Copy out the entries below exactly as they stand, but only from the line containing "4, tol 1e-6)." through the line containing "2, count: 68".

DATASET RECORDS
- - -

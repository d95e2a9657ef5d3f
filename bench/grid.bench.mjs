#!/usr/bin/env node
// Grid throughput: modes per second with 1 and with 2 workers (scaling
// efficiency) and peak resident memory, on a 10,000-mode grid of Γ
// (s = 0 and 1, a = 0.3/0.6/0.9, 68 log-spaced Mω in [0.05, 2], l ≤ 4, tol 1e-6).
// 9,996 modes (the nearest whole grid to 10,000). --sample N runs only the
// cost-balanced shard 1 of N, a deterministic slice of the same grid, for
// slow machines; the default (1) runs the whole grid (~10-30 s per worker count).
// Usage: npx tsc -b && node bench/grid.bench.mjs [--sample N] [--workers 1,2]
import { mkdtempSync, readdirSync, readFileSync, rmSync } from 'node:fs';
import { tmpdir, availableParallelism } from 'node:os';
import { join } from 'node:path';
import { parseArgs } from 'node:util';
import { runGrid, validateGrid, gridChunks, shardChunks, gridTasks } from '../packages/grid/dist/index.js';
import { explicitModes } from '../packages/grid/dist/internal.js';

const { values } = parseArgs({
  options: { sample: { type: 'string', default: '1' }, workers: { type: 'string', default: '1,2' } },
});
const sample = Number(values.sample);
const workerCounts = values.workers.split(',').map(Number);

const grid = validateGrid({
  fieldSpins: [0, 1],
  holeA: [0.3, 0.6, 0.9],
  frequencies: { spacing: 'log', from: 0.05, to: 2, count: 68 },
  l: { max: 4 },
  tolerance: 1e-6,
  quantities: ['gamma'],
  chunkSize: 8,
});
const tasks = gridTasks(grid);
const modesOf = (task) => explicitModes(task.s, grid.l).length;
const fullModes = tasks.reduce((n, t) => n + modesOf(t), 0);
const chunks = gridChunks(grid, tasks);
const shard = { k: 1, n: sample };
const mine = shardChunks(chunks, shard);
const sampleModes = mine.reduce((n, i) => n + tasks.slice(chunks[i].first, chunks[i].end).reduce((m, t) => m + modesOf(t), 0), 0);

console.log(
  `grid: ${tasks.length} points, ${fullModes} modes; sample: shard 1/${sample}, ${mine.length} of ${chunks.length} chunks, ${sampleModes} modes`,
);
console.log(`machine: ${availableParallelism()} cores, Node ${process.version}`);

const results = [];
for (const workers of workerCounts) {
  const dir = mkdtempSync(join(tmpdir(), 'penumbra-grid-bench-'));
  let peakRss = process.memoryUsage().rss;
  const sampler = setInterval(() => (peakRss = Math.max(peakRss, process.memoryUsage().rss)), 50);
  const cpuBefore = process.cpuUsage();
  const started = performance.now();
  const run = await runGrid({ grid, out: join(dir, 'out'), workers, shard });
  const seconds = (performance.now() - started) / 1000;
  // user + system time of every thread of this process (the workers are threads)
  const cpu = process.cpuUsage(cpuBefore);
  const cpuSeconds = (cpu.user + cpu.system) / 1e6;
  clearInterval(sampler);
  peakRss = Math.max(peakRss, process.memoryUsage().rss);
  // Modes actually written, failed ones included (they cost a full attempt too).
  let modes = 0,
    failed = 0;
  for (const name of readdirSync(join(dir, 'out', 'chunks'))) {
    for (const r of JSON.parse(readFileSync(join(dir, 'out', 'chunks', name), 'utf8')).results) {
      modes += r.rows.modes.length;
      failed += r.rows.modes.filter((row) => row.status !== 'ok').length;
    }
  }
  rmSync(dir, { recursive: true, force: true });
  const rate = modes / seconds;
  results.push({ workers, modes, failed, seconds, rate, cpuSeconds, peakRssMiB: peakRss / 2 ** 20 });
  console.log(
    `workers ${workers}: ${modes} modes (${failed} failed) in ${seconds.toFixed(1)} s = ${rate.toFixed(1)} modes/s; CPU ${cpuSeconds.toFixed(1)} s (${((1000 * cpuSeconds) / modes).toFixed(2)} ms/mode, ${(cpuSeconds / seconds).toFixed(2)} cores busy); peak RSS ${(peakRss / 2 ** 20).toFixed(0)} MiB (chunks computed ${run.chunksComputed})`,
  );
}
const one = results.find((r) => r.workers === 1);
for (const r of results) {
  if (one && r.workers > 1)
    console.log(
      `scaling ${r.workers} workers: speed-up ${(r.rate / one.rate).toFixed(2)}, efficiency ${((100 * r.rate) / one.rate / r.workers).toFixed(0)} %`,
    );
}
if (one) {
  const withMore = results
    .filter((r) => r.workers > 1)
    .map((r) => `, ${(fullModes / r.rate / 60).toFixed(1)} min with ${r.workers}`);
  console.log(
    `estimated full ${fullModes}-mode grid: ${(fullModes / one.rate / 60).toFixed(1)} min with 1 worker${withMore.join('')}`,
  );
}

- - -

ANSWER SPACE
// (s = 0 and 1, a = 0.3/0.6/0.9, 68 log-spaced Mω in [0.05, 2], l ≤ 4, tol 1e-6).
// 9,996 modes (the nearest whole grid to 10,000). --sample N runs only the
// cost-balanced shard 1 of N, a deterministic slice of the same grid, for
// slow machines; the default (1) runs the whole grid (~10-30 s per worker count).
// Usage: npx tsc -b && node bench/grid.bench.mjs [--sample N] [--workers 1,2]
import { mkdtempSync, readdirSync, readFileSync, rmSync } from 'node:fs';
import { tmpdir, availableParallelism } from 'node:os';
import { join } from 'node:path';
import { parseArgs } from 'node:util';
import { runGrid, validateGrid, gridChunks, shardChunks, gridTasks } from '../packages/grid/dist/index.js';
import { explicitModes } from '../packages/grid/dist/internal.js';

const { values } = parseArgs({
  options: { sample: { type: 'string', default: '1' }, workers: { type: 'string', default: '1,2' } },
});
const sample = Number(values.sample);
const workerCounts = values.workers.split(',').map(Number);

const grid = validateGrid({
  fieldSpins: [0, 1],
  holeA: [0.3, 0.6, 0.9],
  frequencies: { spacing: 'log', from: 0.05, to: 2, count: 68 },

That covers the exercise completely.